7. Now that all of your tasks are added and prioritized, it’s time to share them with the team. airfocus allows you to enable or disable views for stakeholders too, so if you want to keep everyone singing from the same hymn sheet, it’s a snap.
8. That’s all, folks! With this powerful template, streamlining your marketing project — and making it a success — has never been easier. Just don’t forget to keep your roadmap updated!
You should now have all the knowledge you need to become a fully-fledged marketing roadmap expert. Before the rubber hits the road, be sure to follow the steps above and try our ready-to-use marketing roadmap template.
After that, you and your team will be well on the road to success.
If you ask your marketing team to build a marketing strategy, plan, and roadmap, you’re likely going to hear some grumbles. “Why do we need all three when our marketing strategy should cover everything?” is a common complaint, but it often comes from a place of misunderstanding.
Your team may be working from a foolproof marketing strategy; objectives are clearly laid out, with tangible benefits to the business. However, if they haven’t planned how they’ll achieve the objectives the strategy lays out, you may not see the results you expected.
To achieve the goals laid out in your marketing strategy, you need a plan and a timeframe. This is where the distinction between market strategy, marketing plan, and marketing roadmap comes into play.
Marketing strategy: A top-level view of key objectives for the business and product
Marketing plan: A list of activities you need to perform in order to meet those objectives
Marketing roadmap: A prioritized visualization of how you will perform the activities listed in the marketing plan and when you will perform them.
A marketing strategy should be guided by your business plan.

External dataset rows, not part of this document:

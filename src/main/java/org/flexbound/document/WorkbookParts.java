package org.flexbound.document;

import java.util.HashSet;
import java.util.Set;
import org.xml.sax.Attributes;
import org.xml.sax.helpers.DefaultHandler;

/** Reads off the workbook part which sheets are hidden, how days count, and links to other files. */
final class WorkbookParts extends DefaultHandler {
  private final Set<String> hidden = new HashSet<>();
  private boolean from1904;
  private boolean external;

  @Override
  public void startElement(String uri, String name, String qualified, Attributes attributes) {
    switch (SheetXml.local(qualified)) {
      case "sheet" -> {
        String state = attributes.getValue("state");
        if (state != null && !state.equals("visible")) {
          hidden.add(String.valueOf(attributes.getValue("name")));
        }
      }
      case "workbookPr" -> {
        String value = attributes.getValue("date1904");
        from1904 = value != null && (value.equals("1") || value.equals("true"));
      }
      case "externalReference" -> external = true;
      default -> {
        // views and the like
      }
    }
  }

  boolean isHidden(String sheet) {
    return hidden.contains(sheet);
  }

  boolean from1904() {
    return from1904;
  }

  boolean external() {
    return external;
  }
}
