package org.flexbound.app;

import java.nio.file.Path;
import java.util.concurrent.Callable;
import picocli.CommandLine.Command;
import picocli.CommandLine.Mixin;
import picocli.CommandLine.Parameters;

/** Compares a test with an earlier one. */
@Command(
    mixinStandardHelpOptions = true,
    versionProvider = Version.class,
    sortOptions = false,
    description = {
      "Reduces a test and holds it against the results of an earlier one: which coefficients changed"
          + " beyond chance, with the error of a shared calibration cancelling. With a study, also"
          + " which parameters' change explains it with the fewest parameters. Limits, where the log"
          + " states any, are judged as well.",
      "",
      "BASELINE is the results.json of the earlier test."
    })
final class RecheckCommand implements Callable<Integer> {
  private final Terminal terminal;

  @Parameters(index = "0", paramLabel = "BASELINE", description = "The earlier results.json.")
  @SuppressWarnings("NullAway.Init") // picocli sets it before call() is called
  private Path baseline;

  @Parameters(index = "1", paramLabel = "LOG|STUDY", description = "The file of this test.")
  @SuppressWarnings("NullAway.Init") // picocli sets it before call() is called
  private Path file;

  @Mixin private OutputOptions output = new OutputOptions();

  RecheckCommand(Terminal terminal) {
    this.terminal = terminal;
  }

  @Override
  public Integer call() {
    return new Work(terminal, output).recheck(baseline, file).number();
  }
}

It should encompass the vision you have for the product and the values of the business. The marketing strategy dictates your high-level objectives and is often a little ambitious.

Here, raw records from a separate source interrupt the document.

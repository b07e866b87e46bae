package org.flexbound.app;

import java.io.PrintWriter;
import java.util.Comparator;
import java.util.List;
import org.flexbound.finding.Finding;
import org.flexbound.finding.Severity;

/** Prints findings, worst first, each with its place and what to do. */
final class FindingList {
  private final Terminal terminal;

  FindingList(Terminal terminal) {
    this.terminal = terminal;
  }

  /** Prints why input was refused, with everything else that was found. */
  void refusal(List<Finding> findings) {
    PrintWriter err = terminal.err();
    long errors = findings.stream().filter(f -> f.severity() == Severity.ERROR).count();
    err.println(
        terminal.bad("Refused: ")
            + (errors == 1 ? "1 error" : errors + " errors")
            + ". Nothing was written.");
    print(findings, err);
  }

  /** Prints findings, worst first, otherwise in their order. */
  void print(List<Finding> findings, PrintWriter out) {
    findings.stream()
        .sorted(Comparator.comparing(Finding::severity))
        .forEach(finding -> print(finding, out));
  }

  private void print(Finding finding, PrintWriter out) {
    String place = finding.where().toString();
    out.println(
        "  "
            + word(finding.severity())
            + (place.isEmpty() ? "" : "  " + PlainText.of(place))
            + "  ["
            + finding.code()
            + "]");
    out.println("           " + PlainText.of(finding.message()));
    out.println("           " + PlainText.of(finding.kind().remedy()));
  }

  private String word(Severity severity) {
    return switch (severity) {
      case ERROR -> terminal.bad("error  ");
      case WARNING -> terminal.warn("warning");
      case NOTE -> "note   ";
    };
  }
}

Of course, you can’t achieve those objectives if you don’t plan how you will work towards them. The marketing plan offers a selection of activities that the team should perform to help achieve your goals. Essentially, it’s a to-do list.
Finally, marketing roadmaps clearly lay out the activities found in your marketing plan. To create the marketing roadmap, you need to assess and prioritize the marketing plan to build a schedule that maximizes the marketing plan’s effectiveness.
You’re likely familiar with roadmapping already — if not, make sure to download our free Roadmapping e-book — and you can use that knowledge to help shape your marketing roadmap. Of course, there are key distinctions to keep in mind.
Items on your marketing roadmap should fall into one of three categories: analysis, execution, or evaluation. For example:
Analysis: Marketing teams start by researching target markets and audience demographics.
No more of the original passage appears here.